Note that the abstract model-wise metrics do not involve semantics, which contains the level of satisfaction w.r.t. trustworthiness. However, to our knowledge, not much work provides general metrics to measure the quality of the abstract model in terms of semantics. To fill this gap, we propose semantics-wise metrics, as shown in Table 2. The semantics-wise metrics are extended into basic, trace-level, and surprise-level. Basic semantics-wise metrics contain semantics preciseness (the average preciseness of abstract semantics) and semantics entropy (the randomness and unpredictability of the semantics space). Trace-level metrics compute the level of how the semantics change temporally, which includes value diversity (instant value and n-gram value) and derivative diversity (n-gram derivative) [142].
Surprise-level metrics try to evaluate the surprising degree of the change of the semantics by means of Bayesian reasoning [143].
Recent works demonstrate that the abstract model has extensive analysis capability for stateful DNN systems [29], [54], [126]. Here, to validate the practicality of our constructed abstract models, we mainly apply them into abnormal behavior detection, which is a common analysis demand for LLMs [144], [145]. As introduced in Section 2, abnormal behavior refers to the unintended expression of LLM, e.g., making up answers or generating biased output [146]–[150]. To detect such behavior, we leverage the abstract model with the semantics. The procedure of detection is as follows. Given an output text and the abstract state trace { ̄s1, . . . , ̄sn}, we first acquire the corresponding semantics trace { ̄θ( ̄s1), . . . , ̄θ( ̄sn)}. Then, we compute an semantics score by taking the mean of the semantics sequence value, namely, AVG( ̄θ( ̄si)). Finally, we compare the computed score with the ground truth to determine the performance of classifying the output text as normal/abnormal behavior.

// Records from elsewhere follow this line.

import { HttpEventType } from '@angular/common/http';
import { ChangeDetectionStrategy, Component, DestroyRef, computed, inject, signal } from '@angular/core';
import { MatButtonModule } from '@angular/material/button';
import { MatFormFieldModule } from '@angular/material/form-field';
import { MatIconModule } from '@angular/material/icon';
import { MatProgressBarModule } from '@angular/material/progress-bar';
import { MatSelectModule } from '@angular/material/select';
import { RouterLink } from '@angular/router';
import { type Subscription, interval, switchMap } from 'rxjs';
import { ApiError } from '../core/api-error';
import { StudyApi } from '../studies/study-api';
import { StudyStore } from '../studies/study-store';
import { IMPORT_ERROR_LABELS, type ImportPreview } from '../studies/study-types';
import { describeChanges, importTargets } from './import-targets';

type Phase = 'choose' | 'uploading' | 'preview' | 'committing' | 'done';

/** Upload → map columns → preview with row errors → commit all-or-nothing. Nothing is written before commit. */
@Component({
  selector: 'sm-run-import',
  changeDetection: ChangeDetectionStrategy.OnPush,
  imports: [RouterLink, MatButtonModule, MatFormFieldModule, MatIconModule, MatProgressBarModule, MatSelectModule],
  templateUrl: './run-import.html',
  styleUrl: './run-import.scss',
})
export class RunImport {
  protected readonly store = inject(StudyStore);
  private readonly api = inject(StudyApi);
  private readonly destroyRef = inject(DestroyRef);

  protected readonly phase = signal<Phase>('choose');
  protected readonly preview = signal<ImportPreview | null>(null);
  protected readonly mapping = signal<Record<string, string>>({});
  protected readonly error = signal<string | null>(null);
  /** Upload share (0–100) while the file travels; then the server's own progress if it reports one. */
  protected readonly percent = signal<number | null>(null);
  protected readonly progressText = signal('');
  protected readonly result = signal<{ runs: number; values: number } | null>(null);
  protected readonly kindLabels = IMPORT_ERROR_LABELS;
  protected readonly describe = describeChanges;
  protected readonly targets = computed(() => importTargets(this.store.study()?.factors ?? [], this.store.study()?.responses ?? []));
  protected readonly mappingChanged = computed(() => {
    const p = this.preview();
    return !!p && Object.entries(this.mapping()).some(([h, t]) => (p.mapping.columns[h] ?? 'ignore') !== t);
  });
  private polling: Subscription | null = null;

  constructor() {
    this.destroyRef.onDestroy(() => this.polling?.unsubscribe());
  }

  private watch(operationId: string, phase: string): void {
    this.polling?.unsubscribe();
    this.polling = interval(700)
      .pipe(switchMap(() => this.api.operation(operationId)))
      .subscribe((op) => {
        if (!op) return;
        this.percent.set(op.percent);
        this.progressText.set(`${phase}: ${op.phase}${op.total ? ` — ${op.done} of ${op.total} rows` : ''}`);
      });
  }

  private stopWatching(): void {
    this.polling?.unsubscribe();
    this.polling = null;
    this.percent.set(null);
    this.progressText.set('');
  }

  protected upload(input: HTMLInputElement): void {
    const id = this.store.id();
    const file = input.files?.[0];
    if (id === null || !file) return;
    const old = this.preview();
    if (old && old.status === 'preview') this.api.discardImport(id, old.id).subscribe();
    const operationId = crypto.randomUUID();
    this.phase.set('uploading');
    this.error.set(null);
    this.result.set(null);
    this.percent.set(0);
    this.progressText.set(`Sending ${file.name}`);
    this.api.uploadImport(id, file, operationId).subscribe({
      next: (event) => {
        if (event.type === HttpEventType.UploadProgress) {
          this.percent.set(event.total ? Math.round((100 * event.loaded) / event.total) : null);
          if (event.total && event.loaded >= event.total) {
            this.percent.set(null);
            this.progressText.set('Checking every row…');
            this.watch(operationId, 'Checking');
          }
        } else if (event.type === HttpEventType.Response && event.body) {
          this.stopWatching();
          input.value = '';
          this.show(event.body.import);
        }
      },
      error: (e: unknown) => {
        this.stopWatching();
        input.value = '';
        this.phase.set(this.preview() ? 'preview' : 'choose');
        this.error.set(e instanceof ApiError ? e.message : 'The file could not be read.');
      },
    });
  }

  private show(p: ImportPreview): void {
    this.preview.set(p);
    this.mapping.set({ ...Object.fromEntries(p.headers.map((h) => [h, 'ignore'])), ...p.mapping.columns });
    this.phase.set('preview');
  }

  protected setTarget(header: string, target: string): void {
    this.mapping.update((m) => ({ ...m, [header]: target }));
  }

  protected applyMapping(): void {
    const id = this.store.id();
    const p = this.preview();
    if (id === null || !p) return;
    this.error.set(null);
    this.api.remapImport(id, p.id, this.mapping()).subscribe({
      next: (next) => this.show(next),
      error: (e: unknown) => this.error.set(e instanceof ApiError ? e.message : 'The mapping was not accepted.'),
    });
  }

  protected commit(): void {
    const id = this.store.id();
    const p = this.preview();
    if (id === null || !p || p.errorCount > 0) return;
    const operationId = crypto.randomUUID();
    this.phase.set('committing');
    this.progressText.set('Writing all rows in one transaction…');
    this.watch(operationId, 'Writing');
    this.api.commitImport(id, p.id, operationId).subscribe({
      next: (res) => {
        this.stopWatching();
        this.preview.set(res.import);
        this.result.set(res.changed);
        this.phase.set('done');
        this.store.reload();
      },
      error: (e: unknown) => {
        this.stopWatching();
        this.phase.set('preview');
        this.error.set(e instanceof ApiError ? `${e.message} Nothing was written.` : 'The import failed; nothing was written.');
      },
    });
  }

  protected discard(): void {
    const id = this.store.id();
    const p = this.preview();
    if (id !== null && p) this.api.discardImport(id, p.id).subscribe();
    this.reset();
  }

  protected reset(): void {
    this.preview.set(null);
    this.mapping.set({});
    this.result.set(null);
    this.error.set(null);
    this.phase.set('choose');
  }
}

Here, we provide a running example of hallucination detection, as shown in Figure 4, to show how we use the abstract model to detect abnormal behaviors. The prompt to LLM is ”Which is denser, water vapor or air?” and the LLM answers ”Water vapor is denser than air.”. The corresponding abstract state sequence is ̄s199 → ̄s5 → · · · → ̄s159 → ̄s4, and the semantics sequence is 0.12 → 0.23 → · · · → 0.01 → 0.15. The computed semantics score is 0.04, and we identify the answer as an abnormal behavior. Moreover, we can see that state ̄s159 is an abnormal state, which represents the LLM become abnormal at word ”denser”. Such semantics-based LLM behavior interpretation enables a human-understandable approach to explain and analyze the quality of the LLM w.r.t. different trustworthiness perspectives. It is worth noting that our framework is designed with adaptability for various practical applications (e.g., OOD detection, adversarial attack detection, etc.).
More concrete examples can be found in Concrete Application.